Why defining design is important

Reduce ambiguity

According to systems designer and educator Terence Love (2002), design has “different meanings in different domains, [is] used in different ways by researchers in the same domain, and [is] found in the literature referring to concepts at different levels of abstraction” (p. 347).

This ambiguity has resulted in theories and research where accounts of design are “contradictory,” causing confusion about which findings are actually applicable from one domain to another.

More recently, the director of the Centre for Philosophy & Design (CEPHAD), Per Galle (2008), warns design researchers and thinkers to be wary of an “insidious inconsistency” that exists between the various competing notions of design. He calls the problem insidious because he believes some designers are not even aware that inconsistent, or worse, incompatible notions of design are used between research papers that reference each other. A significant reason the word design is so insidious is its ambiguity in common use, especially where meanings overlap. Design has a range of meanings from the abstract to the specific:

  • a plan;
  • a deliberate undercover scheme;
  • the arrangement of elements in a work of art;
  • a preliminary sketch or a decorative pattern (Merriam-Webster, 2011).

To demonstrate how confusing using the word design can get, design writer and educator John Heskett (2001) provides the following sentence:

“Design is when designers design a design to produce a design.”

Heskett explains how all four uses of design are each a different sense of the word:

“The first usage is as a noun, connoting the field of design as a whole in a very general manner, as in the phrase: “Design is important to national economic competitiveness.” The second usage is as a verb, meaning the action or thought involved in the act of designing. The third also is a noun; this time connoting a plan or intention. Finally, the fourth usage again is a noun, this time meaning the finished product. All the usages have very different meanings, yet even people professionally involved in design continually slip between them, seamlessly moving from one meaning to another without distinction (p. 18).”

Strengthen philosophic foundations

Design research and theory is relatively young compared to most disciplines in today’s university, with its major journals being established only thirty years ago.
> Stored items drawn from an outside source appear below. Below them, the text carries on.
"""Camera profile: what was learned about a camera, kept as a versioned, readable JSON file.

A profile holds the response curve (parametric or measured table), the flat-field model, the
black level, and the absolute-scale constant ``K`` (lx per linear unit at ``N^2 / (t S) = 1``):
wall illuminance ``E = K v N^2 / (t S)``, from ISO 12232's ``H = q L t / N^2`` with the lens
factor, the wall's reflectance and the sensitivity folded into one measured number.  Every
part records its provenance (when, which files and their SHA-256, method, residuals).

Profiles are found by path, or by name in ``$BEAMSHOT_HOME/cameras`` (default
``~/.config/beamshot/cameras``) and in the project's ``calibration/`` folder; the built-in
``uncalibrated-srgb`` profile is the default.
"""

from __future__ import annotations

import datetime as _dt
import json
import os
import tempfile
from dataclasses import dataclass, field, replace

import numpy as np

from ..errors import BeamshotError
from .distortion import Distortion
from .flatfield import FlatField
from .response import Response

__all__ = ["SCHEMA_NAME", "SCHEMA_VERSION", "DEFAULT_PROFILE_NAME", "PROFILE_LIMITS", "CameraProfile", "default_profile",
           "profile_dir", "find_profile", "load_profile", "save_profile", "list_profiles"]

SCHEMA_NAME = "beamshot.camera"
SCHEMA_VERSION = "1.0"
DEFAULT_PROFILE_NAME = "uncalibrated-srgb"


@dataclass(frozen=True)
class CameraProfile:
    """A camera profile; see the module docstring.  ``scale_constant`` in lx (None if unknown)."""

    name: str
    response: Response = field(default_factory=Response)
    response_quality: dict | None = None
    flat: FlatField | None = None
    black_level: float = 0.0
    scale_constant: float | None = None
    scale_uncertainty: float | None = None
    scale_notes: dict | None = None
    make: str | None = None
    model: str | None = None
    calibrated: bool = False
    created_utc: str = ""
    provenance: tuple = ()
    distortion: Distortion | None = None
    #: Camera RGB -> CIE XYZ fitted from a reference-chart photo (beamshot.colour.chart): ``{"matrix":
    #: 3x3 rows, "residual_rms_uv": fit residual in u'v', "patches": count, "method": text}``; None if not fitted.
    colour_matrix: dict | None = None

    def with_step(self, step: str, files: list[dict], *, details: dict | None = None, **changes) -> "CameraProfile":
        """A copy with ``changes`` applied and a provenance entry for ``step`` (plus ``details``, if any)."""
        entry = {"step": step, "when_utc": _now(), "files": files, **(details or {})}
        return replace(self, provenance=tuple(self.provenance) + (entry,), calibrated=True, **changes)

    def to_dict(self) -> dict:
        r = self.response
        response = {"kind": r.kind}
        if r.kind == "gamma":
            response["gamma"] = r.gamma
        if r.kind == "table":
            response["table_rgb"] = [list(row) for row in r.table]
        return {
            "schema": SCHEMA_NAME,
            "schema_version": SCHEMA_VERSION,
            "name": self.name,
            "calibrated": self.calibrated,
            "make": self.make,
            "model": self.model,
            "created_utc": self.created_utc,
            "response": response,
            "response_quality": self.response_quality,
            "flat_field": None if self.flat is None else {
                "model": "1/V = 1 + b1 r^2 + b2 r^4 + b3 r^6 (r to the half-diagonal)",
                "coefficients": list(self.flat.coefficients),
                "residual_rms": self.flat.residual_rms,
                "image_size": [self.flat.shape[1], self.flat.shape[0]],
                "method": self.flat.method,
                "data_to_radius": self.flat.max_radius,
            },
            "black_level": self.black_level,
            "distortion": None if self.distortion is None else self.distortion.to_dict(),
            "absolute_scale": None if self.scale_constant is None else {
                "constant_lx": self.scale_constant,
                "relative_uncertainty": self.scale_uncertainty,
                "relation": "E_wall = K * v * N^2 / (t * S)  (v linear, 1 = clipping)",
                **(self.scale_notes or {}),
            },
            "provenance": list(self.provenance),
            **({} if self.colour_matrix is None else {"colour_matrix": self.colour_matrix}),
        }

    @classmethod
    def from_dict(cls, data: dict, source: str = "profile") -> "CameraProfile":
        """A profile from its JSON form, each field checked against its type and physical range.

        A bad field raises a one-line :class:`BeamshotError` naming the field, the value, the
        accepted range and the fix (see :data:`PROFILE_LIMITS`).
        """
        if not isinstance(data, dict) or data.get("schema") != SCHEMA_NAME:
            raise BeamshotError(f"{source}: not a beamshot camera profile (no \"schema\": \"{SCHEMA_NAME}\"); "
                                "give a file written by 'beamshot camera ...'")
        version = data.get("schema_version")
        try:
            if isinstance(version, bool) or not isinstance(version, (str, int, float)):
                raise ValueError
            major = int(str(version).split(".")[0])
        except ValueError:
            raise BeamshotError(f"{source}: the profile has no readable schema_version ({version!r}); "
                                f"expected \"{SCHEMA_VERSION}\"; recreate it with 'beamshot camera ...'") from None
        if major > int(SCHEMA_VERSION.split(".")[0]):
            raise BeamshotError(f"{source}: written by a newer beamshot (camera schema {version}, this one reads "
                                f"{SCHEMA_VERSION.split('.')[0]}.x); upgrade beamshot")
        if major < 1:
            raise BeamshotError(f"{source}: camera schema {version} is not one beamshot wrote (accepted: 1.x); "
                                "recreate the profile with 'beamshot camera ...'")
        check = _FieldCheck(source)
        name = check.text("name", data.get("name"), required=True)
        response = _response_from(check, data.get("response"))
        flat = _flat_from(check, data.get("flat_field"))
        black = check.number("black_level", data.get("black_level", 0.0), *PROFILE_LIMITS["black_level"]) or 0.0
        sc = data.get("absolute_scale")
        constant = uncertainty = notes = None
        if sc is not None:
            check.mapping("absolute_scale", sc)
            constant = check.number("absolute_scale.constant_lx", sc.get("constant_lx"),
                                    *PROFILE_LIMITS["constant_lx"], required=True)
            uncertainty = check.number("absolute_scale.relative_uncertainty", sc.get("relative_uncertainty"),
                                       *PROFILE_LIMITS["relative_uncertainty"], required=True)
            notes = {k: v for k, v in sc.items() if k not in ("constant_lx", "relative_uncertainty", "relation")}
        quality = data.get("response_quality")
        if quality is not None:
            check.mapping("response_quality", quality)
            rms = quality.get("consistency_rms")
            if rms is not None:
                check.number("response_quality.consistency_rms", rms, 0.0, 1.0, lo_open=False)
        provenance = data.get("provenance", [])
        if not isinstance(provenance, list) or not all(isinstance(e, dict) for e in provenance):
            check.fail("provenance", provenance, "a list of {\"step\": ...} records")
        calibrated = data.get("calibrated", False)
        if not isinstance(calibrated, bool):
            check.fail("calibrated", calibrated, "true or false")
        return cls(
            distortion=_distortion_from(check, data.get("distortion")),
            name=name,
            response=response,
            response_quality=quality,
            flat=flat,
            black_level=black,
            scale_constant=constant,
            scale_uncertainty=uncertainty,
            scale_notes=notes,
            make=check.text("make", data.get("make")),
            model=check.text("model", data.get("model")),
            calibrated=calibrated,
            created_utc=check.text("created_utc", data.get("created_utc", "")) or "",
            provenance=tuple(provenance),
            colour_matrix=_colour_matrix_from(check, data.get("colour_matrix")),
        )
A significant part of the discipline’s maturing process is the development of philosophic foundations which includes the following tasks:

  • define central concepts;
  • determine the scope and bounds of field and criteria used to evaluate designs and design research; and,
  • integrate design theory with other bodies of knowledge (Love, 2002, p. 346).

The second and third tasks are informed by the first. Therefore, it is useful to isolate and address definition of central concepts as a first step in developing philosophical foundations for design.

Clarify design education objectives

How an educator defines design has direct implcaitions for curriculum planning. It allows educators to provide reasons for course selection and content within an undergraduate program. This is true not only for curriculum planning within design but interdisciplinary course selection and “integration.”

One’s definition of design also has direct implications for how design educators evaluate student work. Whether work is evaluated according to formalist fine art criterion or through social scientific testing methods, or both, the evaluation requires theory for what counts as quality within design and knowledge within design research.

Improve design practice

As mentioned above, a clear definition of design sets the foundation for design theory. Design theory helps designers understand complex problems and make intelligent and informed decisions.

Epistemological theories are required so a designer can explain to client when to use qualitative or quantitative research methods. Choosing a medium in which to deliver a message requires theories of communications and semiotics to understand how it may be affected and interpreted. Lastly, all design solutions affect the socio-political and environmental context it is placed within, requiring the designer to have a world-view or ethos based on theories about politics and the environment.

In each of these examples, the designer’s understanding of the theories being applied have a direct impact on the design solution. For simple design projects, one does not generally have to be explicit about how their theories impact their design solution. For complex projects, a designer will be expected (most likely by their client) to explain why a certain theory or method is used.